## [Aim of the task]
Where in the data below does the word "this" appear? Copy each line that holds it.

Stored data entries
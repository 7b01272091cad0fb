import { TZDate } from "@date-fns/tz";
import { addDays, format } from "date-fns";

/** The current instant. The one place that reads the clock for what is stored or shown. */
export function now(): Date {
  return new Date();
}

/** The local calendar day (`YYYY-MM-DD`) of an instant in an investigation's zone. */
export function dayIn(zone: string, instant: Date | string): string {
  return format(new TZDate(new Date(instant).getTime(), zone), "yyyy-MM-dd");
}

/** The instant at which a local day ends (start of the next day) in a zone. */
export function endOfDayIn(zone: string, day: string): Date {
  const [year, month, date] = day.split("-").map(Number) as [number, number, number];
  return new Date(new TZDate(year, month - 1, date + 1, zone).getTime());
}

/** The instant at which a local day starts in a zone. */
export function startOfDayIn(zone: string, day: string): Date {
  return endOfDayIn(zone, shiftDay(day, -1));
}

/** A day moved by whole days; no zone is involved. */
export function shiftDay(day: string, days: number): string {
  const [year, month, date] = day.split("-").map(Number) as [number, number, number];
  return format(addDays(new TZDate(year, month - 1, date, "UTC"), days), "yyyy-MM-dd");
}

--

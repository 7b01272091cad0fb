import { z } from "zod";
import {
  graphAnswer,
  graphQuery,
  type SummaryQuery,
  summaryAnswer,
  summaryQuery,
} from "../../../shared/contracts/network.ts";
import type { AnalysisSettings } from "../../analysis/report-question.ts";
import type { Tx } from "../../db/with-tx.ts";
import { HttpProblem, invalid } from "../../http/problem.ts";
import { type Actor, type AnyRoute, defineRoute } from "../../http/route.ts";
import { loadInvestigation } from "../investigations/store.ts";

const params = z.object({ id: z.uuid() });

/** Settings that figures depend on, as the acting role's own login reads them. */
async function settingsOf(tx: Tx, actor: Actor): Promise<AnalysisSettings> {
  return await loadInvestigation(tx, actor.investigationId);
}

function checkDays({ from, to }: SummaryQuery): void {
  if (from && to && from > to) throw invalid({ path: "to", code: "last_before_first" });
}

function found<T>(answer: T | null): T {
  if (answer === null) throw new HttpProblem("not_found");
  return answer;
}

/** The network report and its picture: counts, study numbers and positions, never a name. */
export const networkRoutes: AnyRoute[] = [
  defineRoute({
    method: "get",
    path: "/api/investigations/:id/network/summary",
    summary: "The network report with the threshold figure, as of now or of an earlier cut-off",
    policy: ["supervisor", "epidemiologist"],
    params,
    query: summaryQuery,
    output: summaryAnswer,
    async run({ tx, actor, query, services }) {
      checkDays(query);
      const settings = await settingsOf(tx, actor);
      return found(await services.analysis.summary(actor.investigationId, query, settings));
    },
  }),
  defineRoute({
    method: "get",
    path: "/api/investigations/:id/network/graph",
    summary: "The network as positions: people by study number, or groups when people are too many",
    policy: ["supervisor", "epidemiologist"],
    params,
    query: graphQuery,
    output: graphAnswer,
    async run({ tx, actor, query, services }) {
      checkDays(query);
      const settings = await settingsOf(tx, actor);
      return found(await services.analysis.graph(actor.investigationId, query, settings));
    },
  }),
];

...

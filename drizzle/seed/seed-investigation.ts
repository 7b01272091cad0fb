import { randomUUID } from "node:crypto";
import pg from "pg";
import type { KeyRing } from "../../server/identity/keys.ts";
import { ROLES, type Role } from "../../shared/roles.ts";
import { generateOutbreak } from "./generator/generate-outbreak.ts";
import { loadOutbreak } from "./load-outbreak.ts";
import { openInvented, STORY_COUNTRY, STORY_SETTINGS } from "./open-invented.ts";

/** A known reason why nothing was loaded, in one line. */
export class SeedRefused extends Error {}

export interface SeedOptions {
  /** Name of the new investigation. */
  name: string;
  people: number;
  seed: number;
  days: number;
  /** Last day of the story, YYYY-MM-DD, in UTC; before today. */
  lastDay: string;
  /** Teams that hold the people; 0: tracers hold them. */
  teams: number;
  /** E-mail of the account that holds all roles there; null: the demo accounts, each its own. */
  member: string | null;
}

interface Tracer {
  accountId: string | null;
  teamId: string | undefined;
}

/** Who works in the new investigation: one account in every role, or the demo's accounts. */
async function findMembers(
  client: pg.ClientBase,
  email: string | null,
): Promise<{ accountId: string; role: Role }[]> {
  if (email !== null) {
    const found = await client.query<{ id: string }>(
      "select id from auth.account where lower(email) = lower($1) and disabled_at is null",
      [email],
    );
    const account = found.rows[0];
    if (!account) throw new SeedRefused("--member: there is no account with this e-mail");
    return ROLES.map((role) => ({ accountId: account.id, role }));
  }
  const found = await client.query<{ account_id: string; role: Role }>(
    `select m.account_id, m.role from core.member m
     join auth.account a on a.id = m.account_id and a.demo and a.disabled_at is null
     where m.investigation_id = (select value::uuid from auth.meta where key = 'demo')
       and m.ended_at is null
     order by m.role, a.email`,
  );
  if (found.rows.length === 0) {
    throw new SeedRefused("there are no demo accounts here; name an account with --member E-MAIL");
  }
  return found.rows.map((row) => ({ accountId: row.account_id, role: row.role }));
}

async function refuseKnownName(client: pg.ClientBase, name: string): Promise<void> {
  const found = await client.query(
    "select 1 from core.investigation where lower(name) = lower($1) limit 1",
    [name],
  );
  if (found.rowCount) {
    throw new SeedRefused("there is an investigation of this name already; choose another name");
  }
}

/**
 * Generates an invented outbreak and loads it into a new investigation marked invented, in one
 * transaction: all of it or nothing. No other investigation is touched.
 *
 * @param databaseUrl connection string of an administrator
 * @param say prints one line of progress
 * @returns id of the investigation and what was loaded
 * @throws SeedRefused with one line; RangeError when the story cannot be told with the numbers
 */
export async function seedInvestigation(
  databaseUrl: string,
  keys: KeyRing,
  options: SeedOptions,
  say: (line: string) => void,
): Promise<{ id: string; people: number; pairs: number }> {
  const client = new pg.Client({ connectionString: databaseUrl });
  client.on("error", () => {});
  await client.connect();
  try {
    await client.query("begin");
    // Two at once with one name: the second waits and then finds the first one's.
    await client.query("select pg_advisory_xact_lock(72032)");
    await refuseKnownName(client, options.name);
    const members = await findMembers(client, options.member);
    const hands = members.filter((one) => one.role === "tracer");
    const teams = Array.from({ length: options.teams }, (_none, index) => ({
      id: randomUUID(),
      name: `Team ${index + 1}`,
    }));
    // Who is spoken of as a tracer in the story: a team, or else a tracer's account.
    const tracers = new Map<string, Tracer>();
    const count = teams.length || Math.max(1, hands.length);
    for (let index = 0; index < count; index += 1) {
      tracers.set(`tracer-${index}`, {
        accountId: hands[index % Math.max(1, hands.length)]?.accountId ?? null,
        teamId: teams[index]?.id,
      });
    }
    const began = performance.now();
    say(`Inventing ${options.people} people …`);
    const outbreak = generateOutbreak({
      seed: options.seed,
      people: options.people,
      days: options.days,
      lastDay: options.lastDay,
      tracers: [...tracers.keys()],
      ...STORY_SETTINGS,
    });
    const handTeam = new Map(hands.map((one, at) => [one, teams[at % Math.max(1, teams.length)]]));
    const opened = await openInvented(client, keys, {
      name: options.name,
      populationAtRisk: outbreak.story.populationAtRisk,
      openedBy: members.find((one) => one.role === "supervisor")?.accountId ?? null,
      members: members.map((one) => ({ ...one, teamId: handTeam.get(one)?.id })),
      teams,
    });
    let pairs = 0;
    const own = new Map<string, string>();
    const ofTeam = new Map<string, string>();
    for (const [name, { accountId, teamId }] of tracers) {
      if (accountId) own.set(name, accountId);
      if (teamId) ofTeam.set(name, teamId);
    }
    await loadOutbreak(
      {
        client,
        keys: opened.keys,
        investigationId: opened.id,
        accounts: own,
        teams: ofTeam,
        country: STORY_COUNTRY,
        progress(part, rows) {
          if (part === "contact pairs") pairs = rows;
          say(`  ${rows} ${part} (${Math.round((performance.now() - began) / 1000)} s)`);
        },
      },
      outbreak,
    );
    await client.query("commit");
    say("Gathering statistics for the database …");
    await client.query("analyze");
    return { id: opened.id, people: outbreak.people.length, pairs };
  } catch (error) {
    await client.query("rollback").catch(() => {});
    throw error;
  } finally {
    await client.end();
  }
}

## [Response]
    if (!account) throw new SeedRefused("--member: there is no account with this e-mail");
    throw new SeedRefused("there is an investigation of this name already; choose another name");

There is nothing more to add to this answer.